In every line of the records, look for "target", then report how many lines have it and nothing else.

Stored items

• • • • •

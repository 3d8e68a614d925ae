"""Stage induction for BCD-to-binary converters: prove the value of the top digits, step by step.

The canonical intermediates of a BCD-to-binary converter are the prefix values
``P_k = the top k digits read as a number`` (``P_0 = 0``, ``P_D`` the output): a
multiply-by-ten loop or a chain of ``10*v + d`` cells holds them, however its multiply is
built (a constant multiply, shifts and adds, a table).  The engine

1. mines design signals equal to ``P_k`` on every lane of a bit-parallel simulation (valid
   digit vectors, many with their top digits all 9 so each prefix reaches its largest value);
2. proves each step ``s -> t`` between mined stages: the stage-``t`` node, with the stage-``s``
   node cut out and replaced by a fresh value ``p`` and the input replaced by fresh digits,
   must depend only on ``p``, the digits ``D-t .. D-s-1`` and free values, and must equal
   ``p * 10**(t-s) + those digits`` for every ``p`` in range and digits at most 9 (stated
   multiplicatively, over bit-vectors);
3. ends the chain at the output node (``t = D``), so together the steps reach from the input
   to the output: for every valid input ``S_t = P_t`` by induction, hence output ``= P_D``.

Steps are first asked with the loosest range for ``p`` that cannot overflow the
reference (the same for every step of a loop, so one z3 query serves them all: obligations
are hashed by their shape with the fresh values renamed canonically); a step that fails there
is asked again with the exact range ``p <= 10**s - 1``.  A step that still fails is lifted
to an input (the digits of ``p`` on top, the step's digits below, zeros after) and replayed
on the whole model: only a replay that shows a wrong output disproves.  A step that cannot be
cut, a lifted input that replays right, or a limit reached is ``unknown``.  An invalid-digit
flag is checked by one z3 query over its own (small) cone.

• • • • •

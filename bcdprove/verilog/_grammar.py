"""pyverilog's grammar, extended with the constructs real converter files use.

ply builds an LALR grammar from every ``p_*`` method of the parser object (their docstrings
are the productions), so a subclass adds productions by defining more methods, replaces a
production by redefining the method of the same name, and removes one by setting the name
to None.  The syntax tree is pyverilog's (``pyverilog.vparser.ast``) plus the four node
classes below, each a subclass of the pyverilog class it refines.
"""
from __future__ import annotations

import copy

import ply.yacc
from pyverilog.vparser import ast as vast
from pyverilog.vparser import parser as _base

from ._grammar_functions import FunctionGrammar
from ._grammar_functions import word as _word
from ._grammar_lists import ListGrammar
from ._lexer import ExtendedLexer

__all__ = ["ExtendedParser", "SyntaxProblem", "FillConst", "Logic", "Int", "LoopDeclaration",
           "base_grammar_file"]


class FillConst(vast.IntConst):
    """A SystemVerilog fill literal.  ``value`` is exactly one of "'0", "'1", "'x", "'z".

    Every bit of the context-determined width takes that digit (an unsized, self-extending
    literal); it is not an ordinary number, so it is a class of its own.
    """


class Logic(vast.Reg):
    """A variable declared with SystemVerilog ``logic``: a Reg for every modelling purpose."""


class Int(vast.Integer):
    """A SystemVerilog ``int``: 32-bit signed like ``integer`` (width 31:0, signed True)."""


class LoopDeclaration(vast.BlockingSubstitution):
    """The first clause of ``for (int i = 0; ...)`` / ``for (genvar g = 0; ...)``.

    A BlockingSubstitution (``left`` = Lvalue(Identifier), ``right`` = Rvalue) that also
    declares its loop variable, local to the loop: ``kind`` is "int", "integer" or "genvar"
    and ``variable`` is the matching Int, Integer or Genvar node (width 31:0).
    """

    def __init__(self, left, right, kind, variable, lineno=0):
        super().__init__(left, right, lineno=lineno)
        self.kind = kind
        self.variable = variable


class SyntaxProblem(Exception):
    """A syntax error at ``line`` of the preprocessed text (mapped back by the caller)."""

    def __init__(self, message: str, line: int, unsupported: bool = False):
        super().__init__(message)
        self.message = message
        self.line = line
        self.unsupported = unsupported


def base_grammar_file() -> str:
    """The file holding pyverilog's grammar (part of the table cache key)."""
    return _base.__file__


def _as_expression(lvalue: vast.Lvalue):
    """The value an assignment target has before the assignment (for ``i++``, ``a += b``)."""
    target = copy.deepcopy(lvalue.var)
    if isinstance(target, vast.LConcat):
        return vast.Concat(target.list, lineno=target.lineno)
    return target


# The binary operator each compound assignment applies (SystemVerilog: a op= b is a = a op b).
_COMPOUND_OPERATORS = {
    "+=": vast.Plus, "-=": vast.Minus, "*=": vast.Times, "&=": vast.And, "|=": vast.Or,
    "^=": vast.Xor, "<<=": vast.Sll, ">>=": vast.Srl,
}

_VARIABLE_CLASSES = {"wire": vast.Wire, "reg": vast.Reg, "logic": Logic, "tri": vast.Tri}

• • • • •

## Response below
5